Start of Material for the task

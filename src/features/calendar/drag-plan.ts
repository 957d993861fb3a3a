import type {
  Calendar,
  CalendarBooking,
  UnbookedJob,
} from '../../../shared/bookings/calendar-schemas.ts'
import type { Clash, Landings } from '../../../shared/clashes/clash-schemas.ts'
import { heldMove, type Place, pulledDays } from '../../../shared/bookings/booking-places.ts'
import { movedDays } from '../../../shared/bookings/move-days.ts'
import { type Day, formatDay } from '../../../shared/calendar/days.ts'
import { whyNotWorked, workedDaysFrom } from '../../../shared/calendar/working-days.ts'
import { nameOf } from './booking-steps.ts'
import type { Bar } from './crew-weeks-layout.ts'

/** What is in hand: a bar by one of its days or ends, or a job not booked yet. */
export type Drag =
  | { kind: 'move'; bar: Bar; heldDay: Day }
  | { kind: 'pull'; bar: Bar; end: 'first' | 'last' }
  | { kind: 'job'; job: UnbookedJob }

export type Cell = { crewId: string; day: Day }

/** Where it would land: the days, and what would stand in the way there. */
export type Landing = {
  crewId: string
  days: Day[]
  /** Days that it does not have now. */
  clashes: Pick<Clash, 'weight' | 'text'>[]
  /** It would stay as it is. */
  isIdle: boolean
  /** A drop here does nothing. */
  cannot?: boolean
  move: { from: Day; to: Day } | null
}

export const placeOf = (booking: CalendarBooking): Place => ({
  crewId: booking.crew.id,
  days: booking.allDays,
  worked: new Set(booking.days.filter((d) => d.worked).map((d) => d.day)),
})

/** What the calendar itself knows to stand in the way; the server knows more. */
function clashesHere(
  calendar: Calendar,
  put: { bookingId: string | null; crewId: string; days: readonly Day[]; before: readonly Day[] },
): Landing['clashes'] {
  const crew = calendar.crews.find((one) => one.id === put.crewId)
  const others = calendar.bookings.filter(
    (other) => other.crew.id === put.crewId && other.id !== put.bookingId,
  )
  return put.days.flatMap((day): Landing['clashes'] => {
    const closed = put.before.includes(day) ? null : whyNotWorked(calendar, day)
    return [
      ...others
        .filter((other) => other.allDays.includes(day))
        .map((other) => ({
          weight: 'clash' as const,
          text: `${formatDay(day)}: ${crew?.name ?? 'The crew'} is on ${nameOf(other)}.`,
        })),
      ...(closed ? [{ weight: 'clash' as const, text: `${formatDay(day)}: ${closed}.` }] : []),
    ]
  })
}

function daysOfJob(calendar: Calendar, job: UnbookedJob, cell: Cell): Day[] {
  const count = job.crewDays.find((one) => one.crewId === cell.crewId)?.days ?? 1
  const following = workedDaysFrom(calendar, cell.day, count)
  if (following.includes(cell.day)) return following
  return [cell.day, ...following.slice(0, Math.max(0, count - 1))]
}

/** Where the thing in hand would land on a cell; `known` is what the server said before the drag. */
export function landingOf(
  calendar: Calendar,
  drag: Drag,
  cell: Cell,
  known: Landings | undefined,
): Landing | null {
  if (drag.kind === 'job') {
    const days = daysOfJob(calendar, drag.job, cell)
    const own = { bookingId: null, crewId: cell.crewId, days, before: [] }
    const landing = { crewId: cell.crewId, days, isIdle: false, move: null, clashes: [] }
    if (cell.day < calendar.today) return stays(landing, `${formatDay(cell.day)} has gone by.`)
    return { ...landing, clashes: knownAt(known, cell) ?? clashesHere(calendar, own) }
  }
  const { booking, stretch } = drag.bar
  const place = placeOf(booking)
  if (drag.kind === 'pull') {
    const days = pulledDays(calendar, place, { stretch, end: drag.end, to: cell.day })
    return landed(calendar, booking, { crewId: booking.crew.id, days, move: null })
  }
  const move = heldMove(calendar, place, { stretch, day: drag.heldDay, to: cell.day })
  if (!move) return null
  const days = movedDays(calendar, place.days, place.worked, move)
  const landing = landed(calendar, booking, { crewId: cell.crewId, days, move })
  if (landing.isIdle) return landing
  if (cell.crewId !== booking.crew.id && place.worked.size > 0)
    return stays(
      landing,
      `${booking.crew.name} has worked days of it: only the days ahead move, and to no other crew.`,
    )
  if (move.to < calendar.today) return stays(landing, `${formatDay(move.to)} has gone by.`)
  const clashes = knownAt(known, { crewId: cell.crewId, day: move.to })
  return clashes ? { ...landing, clashes } : landing
}

const stays = (landing: Landing, text: string): Landing => ({
  ...landing,
  cannot: true,
  clashes: [{ weight: 'clash', text }],
})

function landed(
  calendar: Calendar,
  booking: CalendarBooking,
  put: { crewId: string; days: Day[]; move: Landing['move'] },
): Landing {
  const before = booking.allDays
  const isSameCrew = put.crewId === booking.crew.id
  const isIdle = isSameCrew && put.days.join() === before.join()
  const fresh = isSameCrew ? put.days.filter((day) => !before.includes(day)) : put.days
  const own = { bookingId: booking.id, crewId: put.crewId, days: fresh, before }
  return { ...put, isIdle, clashes: isIdle ? [] : clashesHere(calendar, own) }
}

function knownAt(known: Landings | undefined, cell: Cell): Landing['clashes'] | null {
  const there = known?.landings.find((one) => one.crewId === cell.crewId && one.day === cell.day)
  return there ? there.clashes : null
}

export type LandingWeight = 'free' | 'caution' | 'clash'

export function weightOf(landing: Landing): LandingWeight {
  if (landing.clashes.some((clash) => clash.weight === 'clash')) return 'clash'
  return landing.clashes.length > 0 ? 'caution' : 'free'
}

/** 'Thu 3 Dec to Tue 8 Dec, 3 days'. */
export function daysInWords(days: readonly Day[]): string {
  const [first, last] = [days[0], days[days.length - 1]]
  if (first === undefined || last === undefined) return ''
  if (first === last) return formatDay(first)
  return `${formatDay(first)} to ${formatDay(last)}, ${days.length} days`
}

End of Material for the task

- Problem details
Each entry above is to be duplicated exactly, with nothing left out.

- Response for this exercise
filename src/features/calendar/drag-plan.ts
repository 957d993861fb3a3a
import type {
  Calendar,
  CalendarBooking,
  UnbookedJob,
} from '../../../shared/bookings/calendar-schemas.ts'
import type { Clash, Landings } from '../../../shared/clashes/clash-schemas.ts'
import { heldMove, type Place, pulledDays } from '../../../shared/bookings/booking-places.ts'
import { movedDays } from '../../../shared/bookings/move-days.ts'
import { type Day, formatDay } from '../../../shared/calendar/days.ts'
import { whyNotWorked, workedDaysFrom } from '../../../shared/calendar/working-days.ts'
import { nameOf } from './booking-steps.ts'
import type { Bar } from './crew-weeks-layout.ts'

/** What is in hand: a bar by one of its days or ends, or a job not booked yet. */
export type Drag =
  | { kind: 'move'; bar: Bar; heldDay: Day }
  | { kind: 'pull'; bar: Bar; end: 'first' | 'last' }
  | { kind: 'job'; job: UnbookedJob }

export type Cell = { crewId: string; day: Day }

/** Where it would land: the days, and what would stand in the way there. */
export type Landing = {
  crewId: string
  days: Day[]
  /** Days that it does not have now. */
  clashes: Pick<Clash, 'weight' | 'text'>[]
  /** It would stay as it is. */
  isIdle: boolean
  /** A drop here does nothing. */
  cannot?: boolean
  move: { from: Day; to: Day } | null
}

export const placeOf = (booking: CalendarBooking): Place => ({
  crewId: booking.crew.id,
  days: booking.allDays,
  worked: new Set(booking.days.filter((d) => d.worked).map((d) => d.day)),
})

/** What the calendar itself knows to stand in the way; the server knows more. */
function clashesHere(
  calendar: Calendar,
  put: { bookingId: string | null; crewId: string; days: readonly Day[]; before: readonly Day[] },
): Landing['clashes'] {
  const crew = calendar.crews.find((one) => one.id === put.crewId)
  const others = calendar.bookings.filter(
    (other) => other.crew.id === put.crewId && other.id !== put.bookingId,
  )
  return put.days.flatMap((day): Landing['clashes'] => {
    const closed = put.before.includes(day) ? null : whyNotWorked(calendar, day)
    return [
      ...others
        .filter((other) => other.allDays.includes(day))
        .map((other) => ({
          weight: 'clash' as const,
          text: `${formatDay(day)}: ${crew?.name ?? 'The crew'} is on ${nameOf(other)}.`,
        })),
      ...(closed ? [{ weight: 'clash' as const, text: `${formatDay(day)}: ${closed}.` }] : []),
    ]
  })
}

function daysOfJob(calendar: Calendar, job: UnbookedJob, cell: Cell): Day[] {
  const count = job.crewDays.find((one) => one.crewId === cell.crewId)?.days ?? 1
  const following = workedDaysFrom(calendar, cell.day, count)
  if (following.includes(cell.day)) return following
  return [cell.day, ...following.slice(0, Math.max(0, count - 1))]
}

/** Where the thing in hand would land on a cell; `known` is what the server said before the drag. */
export function landingOf(
  calendar: Calendar,
  drag: Drag,
  cell: Cell,
  known: Landings | undefined,
): Landing | null {
  if (drag.kind === 'job') {
    const days = daysOfJob(calendar, drag.job, cell)
    const own = { bookingId: null, crewId: cell.crewId, days, before: [] }
    const landing = { crewId: cell.crewId, days, isIdle: false, move: null, clashes: [] }
    if (cell.day < calendar.today) return stays(landing, `${formatDay(cell.day)} has gone by.`)
    return { ...landing, clashes: knownAt(known, cell) ?? clashesHere(calendar, own) }
  }
  const { booking, stretch } = drag.bar
  const place = placeOf(booking)
  if (drag.kind === 'pull') {
    const days = pulledDays(calendar, place, { stretch, end: drag.end, to: cell.day })
    return landed(calendar, booking, { crewId: booking.crew.id, days, move: null })
  }
  const move = heldMove(calendar, place, { stretch, day: drag.heldDay, to: cell.day })
  if (!move) return null
  const days = movedDays(calendar, place.days, place.worked, move)
  const landing = landed(calendar, booking, { crewId: cell.crewId, days, move })
  if (landing.isIdle) return landing
  if (cell.crewId !== booking.crew.id && place.worked.size > 0)
    return stays(
      landing,
      `${booking.crew.name} has worked days of it: only the days ahead move, and to no other crew.`,
    )
  if (move.to < calendar.today) return stays(landing, `${formatDay(move.to)} has gone by.`)
  const clashes = knownAt(known, { crewId: cell.crewId, day: move.to })
  return clashes ? { ...landing, clashes } : landing
}

const stays = (landing: Landing, text: string): Landing => ({
  ...landing,
  cannot: true,
  clashes: [{ weight: 'clash', text }],
})

function landed(
  calendar: Calendar,
  booking: CalendarBooking,
  put: { crewId: string; days: Day[]; move: Landing['move'] },
): Landing {
  const before = booking.allDays
  const isSameCrew = put.crewId === booking.crew.id
  const isIdle = isSameCrew && put.days.join() === before.join()
  const fresh = isSameCrew ? put.days.filter((day) => !before.includes(day)) : put.days
  const own = { bookingId: booking.id, crewId: put.crewId, days: fresh, before }
  return { ...put, isIdle, clashes: isIdle ? [] : clashesHere(calendar, own) }
}

function knownAt(known: Landings | undefined, cell: Cell): Landing['clashes'] | null {
  const there = known?.landings.find((one) => one.crewId === cell.crewId && one.day === cell.day)
  return there ? there.clashes : null
}

export type LandingWeight = 'free' | 'caution' | 'clash'

export function weightOf(landing: Landing): LandingWeight {
  if (landing.clashes.some((clash) => clash.weight === 'clash')) return 'clash'
  return landing.clashes.length > 0 ? 'caution' : 'free'
}

/** 'Thu 3 Dec to Tue 8 Dec, 3 days'. */
export function daysInWords(days: readonly Day[]): string {
  const [first, last] = [days[0], days[days.length - 1]]
  if (first === undefined || last === undefined) return ''
  if (first === last) return formatDay(first)
  return `${formatDay(first)} to ${formatDay(last)}, ${days.length} days`
}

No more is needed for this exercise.